Networker

Re: [Networker] NMDA Oracle RMAN backups fail only when when nsrexecd is running

2011-08-20 07:42:05
Subject: Re: [Networker] NMDA Oracle RMAN backups fail only when when nsrexecd is running
From: jee <jee AT ERESMAS DOT NET>
To: NETWORKER AT LISTSERV.TEMPLE DOT EDU
Date: Sat, 20 Aug 2011 12:38:11 +0100
 

One of my customers has the same issue with NMO 5.0 and NW 7.5..*.
NW server is windows 2003 and the client is linux (RHEL 5.*)

An SR has been opened for 9 months now and never resolved. Still trying to 
have Engineering engaged and get a debug binary to troubleshoot.  Sadly, the 
request has been systematically ignored...
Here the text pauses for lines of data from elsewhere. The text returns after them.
import type { Transport } from './send.ts';

/**
 * Carries an upload and tells how much of it has gone, 0–1: `fetch` cannot. Rejects as `fetch` does when there is no reply.
 */
export function withProgress(onProgress: (share: number) => void): Transport {
  return (url, init) =>
    new Promise((resolve, reject) => {
      const request = new XMLHttpRequest();
      request.open(init.method ?? 'POST', url);
      new Headers(init.headers).forEach((value, name) => request.setRequestHeader(name, value));
      request.upload.addEventListener('progress', ({ lengthComputable, loaded, total }) => {
        if (lengthComputable && total > 0) onProgress(loaded / total);
      });
      request.addEventListener('load', () => resolve(replyOf(request)));
      request.addEventListener('error', () => reject(new TypeError('No reply')));
      request.addEventListener('abort', () => reject(new DOMException('Given up', 'AbortError')));
      init.signal?.addEventListener('abort', () => request.abort());
      request.send(init.body as XMLHttpRequestBodyInit);
    });
}

function replyOf(request: XMLHttpRequest): Response {
  const type = request.getResponseHeader('content-type') ?? 'text/plain';
  return new Response(request.responseText, { status: request.status, headers: { 'content-type': type } });
}
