import { z } from 'zod';

/**
 * Reads hours as people type them, into whole seconds: `3` `3.5` `3,5` `0:45` `3:30` `2h` `2h 30` `45m`. A bare number
 * is hours. null = not readable, or below zero.
 */
export function parseHours(text: string): number | null {
  const typed = text.trim().toLowerCase().replaceAll(',', '.');
  const plain = /^(\d*\.?\d+|\d+\.)\s*h?$/.exec(typed);
  if (plain) return Math.round(Number(plain[1]) * 3600);
  const clock = /^(\d+)\s*(?::|h)\s*([0-5]?\d)\s*m?(?:in)?$/.exec(typed);
  if (clock) return Number(clock[1]) * 3600 + Number(clock[2]) * 60;
  const minutes = /^(\d+)\s*m(?:in)?$/.exec(typed);
  return minutes ? Number(minutes[1]) * 60 : null;
}

/** Typed hours as seconds, for a form's schema. */
export const hoursTextSchema = z.string().transform((text, context) => {
  const seconds = parseHours(text);
  if (seconds !== null) return seconds;
  const message = text.trim() === '' ? 'Type how long.' : `“${text}” cannot be read as hours. Try 3.5 or 3:30.`;
  context.addIssue({ code: 'custom', message });
  return z.NEVER;
});

/** As hoursTextSchema, but an empty field is null: nothing said. */
export const optionalHoursTextSchema = z.union([
  z
    .string()
    .regex(/^\s*$/)
    .transform(() => null),
  hoursTextSchema,
]);

/** Seconds as the text that a field starts with: decimal hours, '' for null. */
export function hoursToText(seconds: number | null): string {
  return seconds === null ? '' : String(Math.round((seconds / 3600) * 100) / 100);
}
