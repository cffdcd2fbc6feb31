/** What all posts of a side in one position share: the pawns, which a piece that moves leaves as they are. */
import { sideIndex, type SideIndex } from '../attacks';
import { fileOf, type Position, relativeRank, SQUARES } from '../board';
import { type PawnMap, pawnHold, pawnMap, pawnReach, pawnValues } from '../pawns';
import { opponent, type Side, type Square } from '../types';

/** Stands for 'no pawn ever' in tables of pawn moves. */
export const NEVER = 99;

export interface Ground {
  readonly position: Position;
  readonly side: Side;
  readonly index: SideIndex;
  readonly pawns: PawnMap;
  /** Pawn moves until an enemy pawn attacks a square, NEVER where none can; a square each. */
  readonly hitBy: Uint8Array;
  /** Pawn moves until an own pawn guards a square, likewise. */
  readonly support: Uint8Array;
  /** 1 on weak squares of the enemy: his ranks 3 to 5, which none of his pawns can come to guard. */
  readonly weak: Uint8Array;
  /** 1 on the stop squares of enemy passed, isolated and backward pawns. */
  readonly blockades: Uint8Array;
  /** 1 right before an own centre pawn (files c to f) on its second or third rank that could otherwise advance. */
  readonly pawnsWay: Uint8Array;
  /** Enemy pawns that are isolated, backward or guarded by no pawn; and own ones. */
  readonly targets: readonly Square[];
  readonly ownWeak: readonly Square[];
  /** One entry a file: 1 where the side, or the enemy, has a pawn. */
  readonly ownOnFile: Uint8Array;
  readonly enemyOnFile: Uint8Array;
}

/** Reads the ground of a position for the side whose posts are asked. */
export function groundOf(position: Position, side: Side): Ground {
  const enemy = opponent(side);
  const pawns = pawnMap(position);
  const ground = {
    position,
    side,
    index: sideIndex(side),
    pawns,
    hitBy: new Uint8Array(64),
    support: new Uint8Array(64),
    weak: new Uint8Array(64),
    blockades: new Uint8Array(64),
    pawnsWay: new Uint8Array(64),
    targets: [] as Square[],
    ownWeak: [] as Square[],
    ownOnFile: new Uint8Array(8),
    enemyOnFile: new Uint8Array(8),
  };
  for (const square of SQUARES) {
    ground.hitBy[square] = pawnReach(pawns, enemy, square).soonest?.moves ?? NEVER;
    ground.support[square] = pawnReach(pawns, side, square).soonest?.moves ?? NEVER;
    const rank = relativeRank(square, enemy);
    const hold = pawnHold(pawns, enemy, square);
    const isPawn = (position.board[square]! & 7) === 1;
    if (rank >= 3 && rank <= 5 && !isPawn && (hold === 'permanent' || hold === 'fixed')) ground.weak[square] = 1;
  }
  for (const pawn of pawnValues(position, pawns).pawns) {
    const file = fileOf(pawn.square);
    const isWeak = pawn.isolated || pawn.backward || !pawn.guarded;
    if (pawn.side === side) {
      ground.ownOnFile[file] = 1;
      if (isWeak) ground.ownWeak.push(pawn.square);
      const unmoved = relativeRank(pawn.square, side) <= 3 && file >= 2 && file <= 5;
      if (unmoved && !pawn.rammed && pawn.stop !== null) ground.pawnsWay[pawn.stop] = 1;
    } else {
      ground.enemyOnFile[file] = 1;
      if (isWeak) ground.targets.push(pawn.square);
      if ((pawn.isolated || pawn.backward || pawn.passed) && pawn.stop !== null) ground.blockades[pawn.stop] = 1;
    }
  }
  return ground;
}
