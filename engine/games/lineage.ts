/** Which pawn is which along a game, and who has castled: what one position alone does not tell. */
import { PAWN, type Position } from '../board';
import type { Step } from '../rules';
import { bySide, type BySide } from '../types';
import { canCastle } from './features';

export interface Lineage {
  /** For each square with a pawn: the square on which this pawn began, a1 = 0; -1 elsewhere. */
  readonly origins: Int8Array;
  readonly couldCastle: BySide<boolean>;
  readonly hasCastled: { white: boolean; black: boolean };
}

/** The lineage at the start of a game. */
export function lineageOf(start: Position): Lineage {
  return {
    origins: Int8Array.from(start.board, (code, square) => ((code & 7) === PAWN ? square : -1)),
    couldCastle: bySide((side) => canCastle(start, side)),
    hasCastled: { white: false, black: false },
  };
}

/** Follows a move, in place. */
export function follow(
  { origins, hasCastled }: Lineage,
  { from, to, man, captured, capturedOn, promoted, castling }: Step,
): void {
  if (castling) hasCastled[man >> 3 ? 'black' : 'white'] = true;
  if (captured !== 0) origins[capturedOn] = -1;
  if ((man & 7) !== PAWN) return;
  origins[to] = promoted > 0 ? -1 : origins[from]!;
  origins[from] = -1;
}
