/** The compact reading of a ply: counts of a whole position, few enough to be drawn along a game. */
import type { ReadingValues } from '../explain';
import { bySide, type BySide, type Side } from '../types';

/** Parts of the board in which command is counted, from White's side of the board. */
export const REGIONS = ['centre', 'queenside', 'kingside', 'whiteCamp', 'blackCamp'] as const;
export type Region = (typeof REGIONS)[number];

/** What is counted for a side. */
export interface CompactSide {
  /** Weak squares of the side itself, permanent and fixed. */
  readonly weakSquares: number;
  readonly outposts: number;
  readonly files: number;
  readonly safeMoves: number;
  readonly flights: number;
  /** Own pawns before its king, one a file at most: on the king's file and its neighbours, 0 to 3. */
  readonly shelter: number;
  /** Enemy men that attack the zone of its king. */
  readonly kingAttackers: number;
  /** Worth of its men, the king left out, in pawns. */
  readonly material: number;
}

export interface CompactReading {
  readonly structure: { readonly id: string; readonly name: string; readonly side: Side } | null;
  /** Squares commanded in each part of the board. */
  readonly command: Readonly<Record<Region, BySide<number>>>;
  readonly white: CompactSide;
  readonly black: CompactSide;
}

/** Masks of the regions a square is in: one bit a region, in the order of REGIONS. */
const IN_REGION: Readonly<Uint8Array> = Uint8Array.from({ length: 64 }, (_, square) => {
  const [file, rank] = [square & 7, square >> 3];
  const centre = file >= 2 && file <= 5 && rank >= 2 && rank <= 5 ? 1 : 0;
  return centre | (file <= 2 ? 2 : 0) | (file >= 5 ? 4 : 0) | (rank <= 2 ? 8 : 0) | (rank >= 5 ? 16 : 0);
});

const WORTHS = [0, 1, 3, 3, 5, 9, 0] as const;

/** The counts of a position. */
export function compactOf(values: ReadingValues): CompactReading {
  const { structure, table, weakSquares, outposts, files, kings, totals, map } = values;
  const command = REGIONS.map(() => ({ white: 0, black: 0 }));
  const material = [0, 0];
  for (let square = 0; square < 64; square++) {
    const man = map.board[square]!;
    if (man !== 0) material[man >> 3] = material[man >> 3]! + WORTHS[man & 7]!;
    const owner = table.commands[square];
    if (owner !== 0 && owner !== 1) continue;
    for (let region = 0; region < REGIONS.length; region++)
      if (IN_REGION[square]! & (1 << region)) command[region]![owner === 0 ? 'white' : 'black']++;
  }
  const sides = bySide(
    (side): CompactSide => ({
      weakSquares: weakSquares.filter((weak) => weak.side === side).length,
      outposts: outposts.filter((post) => post.side === side && post.rank === 'outpost').length,
      files: files.filter(({ control }) => control === side).length,
      safeMoves: totals[side].safeMoves,
      flights: kings[side]?.flights.length ?? 0,
      shelter: kings[side]?.shelter.filter(({ pawn }) => pawn !== null).length ?? 0,
      kingAttackers: kings[side]?.reachedBy.length ?? 0,
      material: material[side === 'white' ? 0 : 1]!,
    }),
  );
  return {
    structure: structure && { id: structure.id, name: structure.name, side: structure.side },
    command: Object.fromEntries(REGIONS.map((region, place) => [region, command[place]!])) as CompactReading['command'],
    ...sides,
  };
}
I have worked with the DBA for months and we tried everything. At some point 
we added more channels to let the backups retry on a different channel when 
the error occurred. That wouldn't work in all occasions but it was better 
than having failures every night.

We manage to get rid of the error using cron. When the RMAN script is executed 
by cron on the linux client the error doesn't occur.

However this is just a workaround and not the way to schedule networker 
backups. I wonder if there could be some connection between the workaround 
using cron and the nsrexecd issue mentioned on this thread.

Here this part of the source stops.